The validation value V is a constant known by both the sender and
the receiver. In the depicted embodiments, each of the values
refers to a byte of data. However, in alternative embodiments, the
values can be a different size. Although not depicted in these
embodiments, the value used to index into the hash table for the
initial data value, D.sub.0, can be XORed with an initialization
value. The encoded message values can be saved in a buffer or other
memory by a processor in the transmitter so that they can be formed
into a packet for transmission to a receiver.
[0113] In the illustrated embodiments, the methods of encoding a
message using an augmented multi-stage hash function are
implemented using an augmented iterative hash function. An
iterative hash function generates hash values that correspond to
portions of the message where each hash value (except the first) is
dependent on the previous hash values. Such a method includes
obtaining a dynamic key, obfuscating the message with the dynamic
key through a logic operation, and hashing the obfuscated message
with an iterative hashing function to obtain two or more hash
values that correspond to portions of the obfuscated message. An
example of this includes indexing a hash table to determine a first
intermediate hash value.

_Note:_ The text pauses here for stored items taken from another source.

/**
 * Lines of ../shared/security.md that no other test covered (docs/security-tests.md maps every
 * line to its test). Where a rule holds for every route, the routes are read from the router
 * and the valid requests come from the permission matrix's fixtures (matrix-fixtures.ts).
 */
import fs from 'node:fs';
import path from 'node:path';
import express from 'express';
import request from 'supertest';
import type { TrimoutApp } from '../../../server/app';
import type { Database } from '../../../server/db';
import { loadEnv } from '../../../server/env';
import { errorHandler } from '../../../server/errors';
import { IDEMPOTENCY_RETENTION_DAYS, pruneIdempotencyKeys } from '../../../server/services/idempotency';
import { EXPORTS_PER_MINUTE } from '../../../server/services/csvSafe';
import { QueryTypes } from 'sequelize';
import { newPasswordSchema, signInSchema } from '../../../shared/schemas/session';
import { buildTestApp, signIn } from '../../support/app';
import { connectTestDb } from '../../support/db';
import { listRoutes } from '../../support/routes';
import { startFakeS3, type FakeS3 } from '../../support/storage';
import { buildCtx, CASES, send, type Ctx, type RoleName } from './matrix-fixtures';

jest.setTimeout(120_000);

const ROOT = path.resolve(__dirname, '../../..');
let db: Database;
let s3: FakeS3;
let trimout: TrimoutApp;
let ctx: Ctx;
let routeKeys: string[];

beforeAll(async () => {
  db = await connectTestDb();
  s3 = await startFakeS3();
  trimout = buildTestApp(db, { objectStore: s3.store });
  ctx = await buildCtx(trimout.app);
  routeKeys = listRoutes(trimout.api).map((r) => `${r.method} ${r.path}`);
});
afterAll(async () => {
  await trimout?.close();
  await s3?.close();
  await db?.close();
});

/** Write routes a GC manager may not make, and the caller who does (the policy answers 403 before the body is read). */
const WRITER: Record<string, RoleName> = {
  'POST /api/jobs/:jobId/test-records': 'insp', // an inspector or the responsible company records; a GC manager witnesses
};
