const dueDays = (s: string) =>
  z
    .number({ error: `${s}: days to fix, a whole number.` })
    .int(`${s}: days to fix, a whole number.`)
    .min(0, `${s}: 0 days or more.`)
    .max(365, `${s}: at most 365 days.`);

export const severityDueDaysSchema = z
  .object({ critical: dueDays('Critical'), major: dueDays('Major'), minor: dueDays('Minor') })
  .strict()
  .refine((d) => d.critical <= d.major && d.major <= d.minor, 'Due days must not shrink with severity: critical ≤ major ≤ minor.');
export type SeverityDueDays = Record<Severity, number>;
export const DEFAULT_SEVERITY_DUE_DAYS: SeverityDueDays = { critical: 2, major: 7, minor: 14 };

/**
 * A defect type is flagged "recurring" on a job when it is found on at least `minUnits` units
 * and on at least `minShare` (0..1) of the checked units of the kinds it applies to (see
 * docs/api-board.md). Default 3 units and 10 %. `minShare` may be left out (the default applies);
 * `windowDays` was the earlier rule's window: still accepted from older clients, never used.
 */
export const recurringThresholdsSchema = z
  .object({
    minUnits: z.number().int('minUnits: a whole number.').min(2, 'minUnits: at least 2.').max(1000, 'minUnits: at most 1000.'),
    minShare: z.number('minShare: a number from 0 to 1.').min(0, 'minShare: at least 0.').max(1, 'minShare: at most 1 (100 %).').optional(),
    windowDays: z.number().int('windowDays: a whole number.').min(1, 'windowDays: at least 1.').max(365, 'windowDays: at most 365.').optional(),
  })
  .strict();
export type RecurringThresholdsInput = z.infer<typeof recurringThresholdsSchema>;
/** Stored and answered thresholds: `minShare` always filled in (the default when never set). */
export type RecurringThresholds = RecurringThresholdsInput & { minShare: number };
export const DEFAULT_RECURRING_THRESHOLDS: RecurringThresholds = { minUnits: 3, minShare: 0.1 };

const jobFields = {
  name: text('a job name', 160),
  number: optionalText('Job number', 40),
  address: optionalText('Address', 300),
  startsOn: dateOnly.nullable().optional(),
  endsOn: dateOnly.nullable().optional(),
  timeZone: timeZoneSchema.optional(),
  unitSystem: z.enum(UNIT_SYSTEMS, { error: 'Choose imperial or metric.' }).optional(),
};

const datesInOrder = (j: { startsOn?: string | null; endsOn?: string | null }) =>
  !j.startsOn || !j.endsOn || j.startsOn <= j.endsOn;

/** POST /api/jobs */
export const createJobSchema = z
  .object(jobFields)
  .strict()
  .refine(datesInOrder, { message: 'The end date is before the start date.', path: ['endsOn'] });
export type CreateJobInput = z.input<typeof createJobSchema>;

/** PATCH /api/jobs/:jobId (If-Match) */
export const updateJobSchema = z
  .object({
    ...jobFields,
    name: jobFields.name.optional(),
    codeEditions: codeEditionsSchema.optional(),
    severityDueDays: severityDueDaysSchema.optional(),
    recurringThresholds: recurringThresholdsSchema.optional(),
    settings: jobSettingsInputSchema.optional(),
  })
  .strict()
  .refine(datesInOrder, { message: 'The end date is before the start date.', path: ['endsOn'] });
export type UpdateJobInput = z.input<typeof updateJobSchema>;

/** GET /api/jobs/:jobId, POST /api/jobs (201), PATCH (200). ETag: "v<version>". */
export interface JobDetail {
  id: string;
  name: string;
  number: string | null;
  address: string | null;
  role: Role;
  startsOn: string | null;
  endsOn: string | null;
  timeZone: string;
  unitSystem: UnitSystem;
  /** Every document, with the job's choice or the default edition filled in. */
  codeEditions: Record<CodeDocument, string>;
  severityDueDays: SeverityDueDays;
  recurringThresholds: RecurringThresholds;
  settings: Partial<Record<JobSettingKey, StatedLimitDto>>;
  version: number;
}

// ---------------------------------------------------------------------------------------------
// Levels
// ---------------------------------------------------------------------------------------------

export const createLevelSchema = z.object({ name: text('a level name', 80) }).strict();
export type CreateLevelInput = z.input<typeof createLevelSchema>;
export const updateLevelSchema = z.object({ name: text('a level name', 80) }).strict();
export type UpdateLevelInput = z.input<typeof updateLevelSchema>;
/** POST /levels/order: every level id of the job, in the new order (no If-Match; the list must be complete). */
export const reorderLevelsSchema = z
  .object({
    levelIds: z
      .array(id('level id'), { error: 'Send levelIds: every level id in the new order.' })
      .min(1, 'Send every level id in the new order.')
      .max(500, 'At most 500 levels.')
      .refine((ids) => new Set(ids).size === ids.length, 'A level id appears twice.'),
  })
  .strict();
export type ReorderLevelsInput = z.input<typeof reorderLevelsSchema>;
export const levelListQuerySchema = z.object({ ...pageQuery }).strict();

export interface LevelDto {
  id: string;
  name: string;
  /** 1-based, dense: 1, 2, 3 ... */
  position: number;
  spaceCount: number;
  unitCount: number;
  version: number;
  /** The level's plan image (issue 7; GET/POST/DELETE /levels/:levelId/plan), null when none. */
  plan: LevelPlanDto | null;
}

// ---------------------------------------------------------------------------------------------
// Spaces
// ---------------------------------------------------------------------------------------------

export const OCCUPANCIES = ['general', 'institutional'] as const;
export type Occupancy = (typeof OCCUPANCIES)[number];

const spaceFields = {
  levelId: id('level'),
  name: text('a space name', 120),
  /** Floor area as typed: "120 sq ft", "11.2 m²". */
  floorArea: quantityText('area', 'Floor area').nullable().optional(),
  /** Ceiling height as typed: "10' 6\"", "3.2 m". */
  ceilingHeight: quantityText('length', 'Ceiling height').nullable().optional(),
  occupancy: z.enum(OCCUPANCIES, { error: 'Choose general or institutional.' }).optional(),
  /** An enclosed occupied space counts for the refrigerant check. Default true. */
  enclosed: z.boolean({ error: 'enclosed: true or false.' }).optional(),
  /**
   * Spaces joined to this one by a permanent opening (they count as one volume in the
   * refrigerant check). Replaces the whole set of this space's links; links are symmetric.
   */
  linkedSpaceIds: z
    .array(id('space id'))
    .max(50, 'At most 50 linked spaces.')
    .refine((ids) => new Set(ids).size === ids.length, 'A linked space appears twice.')
    .optional(),
};

export const createSpaceSchema = z.object(spaceFields).strict();
export type CreateSpaceInput = z.input<typeof createSpaceSchema>;
export const updateSpaceSchema = z
  .object({ ...spaceFields, levelId: spaceFields.levelId.optional(), name: spaceFields.name.optional() })
  .strict();
export type UpdateSpaceInput = z.input<typeof updateSpaceSchema>;
export const spaceListQuerySchema = z.object({ levelId: id('level id').optional(), ...pageQuery }).strict();

export interface SpaceDto {
  id: string;
  levelId: string;
  levelName: string;
  name: string;
  /** m² */
  floorArea: number | null;
  /** mm */
  ceilingHeight: number | null;
  /** m³ (floor area × ceiling height) */
  volume: number | null;
  occupancy: Occupancy;
  enclosed: boolean;
  linkedSpaceIds: string[];
  unitCount: number;
  version: number;
}

// ---------------------------------------------------------------------------------------------
// Systems
// ---------------------------------------------------------------------------------------------

export const CONCENTRATION_LIMIT_UNITS = ['lb/Mcf', 'g/m³', 'kg/m³'] as const;

export const concentrationOverrideSchema = z
  .object({
    value: z.number({ error: 'Limit: a number.' }).positive('Limit: more than zero.').max(10_000, 'Limit: too large.'),
    unit: z.enum(CONCENTRATION_LIMIT_UNITS, { error: 'Limit unit: lb/Mcf, g/m³ or kg/m³.' }),
    source: text('the limit’s source (document, edition, table)', 300),
  })
  .strict();
export type ConcentrationOverride = z.infer<typeof concentrationOverrideSchema>;

const systemFields = {
  name: text('a system name', 80),
  outdoorModel: optionalText('Outdoor unit model', 120),
  refrigerant: z.enum(REFRIGERANTS, { error: `Choose a refrigerant: ${REFRIGERANTS.join(', ')}.` }),
  /** As typed: "38 lb", "12 lb 6 oz", "17.2 kg". */
  factoryCharge: quantityText('mass', 'Factory charge').nullable().optional(),
  fieldCharge: quantityText('mass', 'Field-added charge').nullable().optional(),
  /** A job-entered concentration limit, for refrigerants without a stored one (R-454B). */
  concentrationLimitOverride: concentrationOverrideSchema.nullable().optional(),
};
export const createSystemSchema = z.object(systemFields).strict();
export type CreateSystemInput = z.input<typeof createSystemSchema>;
export const updateSystemSchema = z
  .object({ ...systemFields, name: systemFields.name.optional(), refrigerant: systemFields.refrigerant.optional() })
  .strict();
export type UpdateSystemInput = z.input<typeof updateSystemSchema>;
export const systemListQuerySchema = z.object({ ...pageQuery }).strict();

export interface SystemDto {
  id: string;
  name: string;
  outdoorModel: string | null;
  refrigerant: Refrigerant;
  /** kg */
  factoryCharge: number | null;
  /** kg */
  fieldCharge: number | null;
  /** kg, factory + field (missing counts as 0) */
  totalCharge: number;
  concentrationLimitOverride: ConcentrationOverride | null;
  unitCount: number;
  version: number;
}

/** GET /systems/:systemId: the system with its refrigerant checks. */
export interface SystemDetail extends SystemDto {
  /** shared/calc checkRefrigerantConcentration over the spaces its units serve (and their links). */
  concentration: ConcentrationResult;
  /** A2L (R-32) only: IEC 60335-2-40 Annex GG minimum floor area per unit's space; empty otherwise. */
  a2lFloorArea: Array<{
    unitId: string;
    tag: string;
    spaceId: string | null;
    spaceName: string | null;
    mount: MountPosition;
    result: A2lAreaResult;
  }>;
}

// ---------------------------------------------------------------------------------------------
// Unit models
// ---------------------------------------------------------------------------------------------

const modelFields = {
  name: text('a model name', 120),
  modelNumber: optionalText('Model number', 80),
  unitKind: z.enum(UNIT_KIND_KEYS, { error: 'Choose a unit kind.' }),
  /** As typed: "3 tons", "36000 Btu/h", "10.5 kW". */
  nominalCapacity: quantityText('capacity', 'Nominal capacity').nullable().optional(),
  /** Per-model limits from the installation manual, by MODEL_LIMITS key. */
  limits: modelLimitsInputSchema.optional(),
};
export const createModelSchema = z.object(modelFields).strict();
export type CreateModelInput = z.input<typeof createModelSchema>;
/** In a PATCH, `limits` merges by key: a key set to null is removed, keys not sent are kept. */
export const updateModelSchema = z
  .object({ ...modelFields, name: modelFields.name.optional(), unitKind: modelFields.unitKind.optional() })
  .strict();
export type UpdateModelInput = z.input<typeof updateModelSchema>;
export const modelListQuerySchema = z
  .object({ unitKind: z.enum(UNIT_KIND_KEYS, { error: 'Not a unit kind.' }).optional(), ...pageQuery })
  .strict();

export interface UnitModelDto {
  id: string;
  name: string;
  modelNumber: string | null;
  unitKind: UnitKindKey;
  /** W */
  nominalCapacity: number | null;
  limits: Partial<Record<ModelLimitKey, StatedLimitDto>>;
  unitCount: number;
  version: number;
}

// ---------------------------------------------------------------------------------------------
// Units
// ---------------------------------------------------------------------------------------------

export const TAG_PATTERN = /^[A-Za-z0-9][A-Za-z0-9 ._/#-]*$/;
const tagSchema = text('a tag', 40).regex(TAG_PATTERN, 'A tag uses letters, digits, spaces and . _ / # - (e.g. IU-L3-07).');

const unitFields = {
  tag: tagSchema,
  kind: z.enum(UNIT_KIND_KEYS, { error: 'Choose a unit kind.' }),
  modelId: id('model').nullable().optional(),
  /** As typed: "3 tons", "36000 Btu/h", "10.5 kW". */
  capacity: quantityText('capacity', 'Capacity').nullable().optional(),
  levelId: id('level'),
  spaceId: id('space').nullable().optional(),
  systemId: id('system').nullable().optional(),
};
export const createUnitSchema = z.object(unitFields).strict();
export type CreateUnitInput = z.input<typeof createUnitSchema>;
/** A unit's pin on its level's plan: a fraction of the plan image's width / height, 0..1 (null clears it). */
const unitPin = (axis: 'pinX' | 'pinY') =>
  z.number({ error: `${axis}: a number from 0 to 1.` }).min(0, `${axis}: from 0 to 1.`).max(1, `${axis}: from 0 to 1.`);
export const updateUnitSchema = z
  .object({
    ...unitFields,
    tag: unitFields.tag.optional(),
    kind: unitFields.kind.optional(),
    levelId: unitFields.levelId.optional(),
    pinX: unitPin('pinX').nullable().optional(),
    pinY: unitPin('pinY').nullable().optional(),
  })
  .strict()
  .refine((u) => (u.pinX === undefined) === (u.pinY === undefined) && (u.pinX === null) === (u.pinY === null), {
    message: 'Send both pinX and pinY (numbers, or both null to remove the pin), or neither.',
    path: ['pinX'],
  });
export type UpdateUnitInput = z.input<typeof updateUnitSchema>;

The index to look up the first
intermediate hash value is generated from a logical operation
between a first portion of the message, a first portion of the
dynamic key, and an initialization value. A second intermediate
hash value can be generated by indexing the hash table. The index
to look up the second intermediate hash value can be generated from
a logical operation between a second portion of the message, a
second portion of the dynamic key, and the first intermediate hash
value. This can be repeated until a hash value is generated for
each portion of the message. For example, an eight part CAN bus
message can generate eight hash values.
[0114] The order in which the data bytes are hashed can vary. The
examples illustrated in FIGS. 1-3 show each of the data bytes being
hashed sequentially with the validation byte being hashed last. In
alternative embodiments, the order can be different as long as the
transmitter and the receiver know and use the same order for both
encoding and decoding. For example, the validation byte can be
hashed first, and/or the data bytes can be hashed out of order. The
order can be fixed for a particular system so that the order is
unknown from system to system. Further, the order can be dynamic
and change based on a seed value, such as the key or a separate
value known to both the transmitter and the receiver. In some
embodiments, the validation byte may not be included in the hash
chain; the data may be validated using an alternate validation
method.
[0115] FIG. 1 illustrates a method of encoding a message using a
multi-stage hashing function where a key is XORed with the hash
value corresponding to each part of a multi-part message. In the
FIG. 1 embodiment, the first byte, D.sub.0, is used as an index
into the look up table to obtain a hash value. The hash value is
XORed with K.sub.0 in order to obtain M.sub.0 which is the first
byte of the encoded message. In the FIG. 1 embodiment, the hash
value from D.sub.0 is XORed with D.sub.1 in order to index into the
hash table and obtain the second hash value. The second hash value
is XORed with K.sub.1 in order to obtain M.sub.1 which is the
second byte of the encoded message. This sequence can be repeated
for each portion of the message to obtain a corresponding portion
of the encoded message. In the depicted embodiment, the validation
byte V can be protected and encoded as M.sub.n+1. The hash value
from the last data byte, D.sub.n, is XORed with the validation byte
and used to index into the look up table. The result of the look up
is XORed with the appropriate key byte, K.sub.n+1, in order to
obtain the encoded validation byte, M.sub.n+1.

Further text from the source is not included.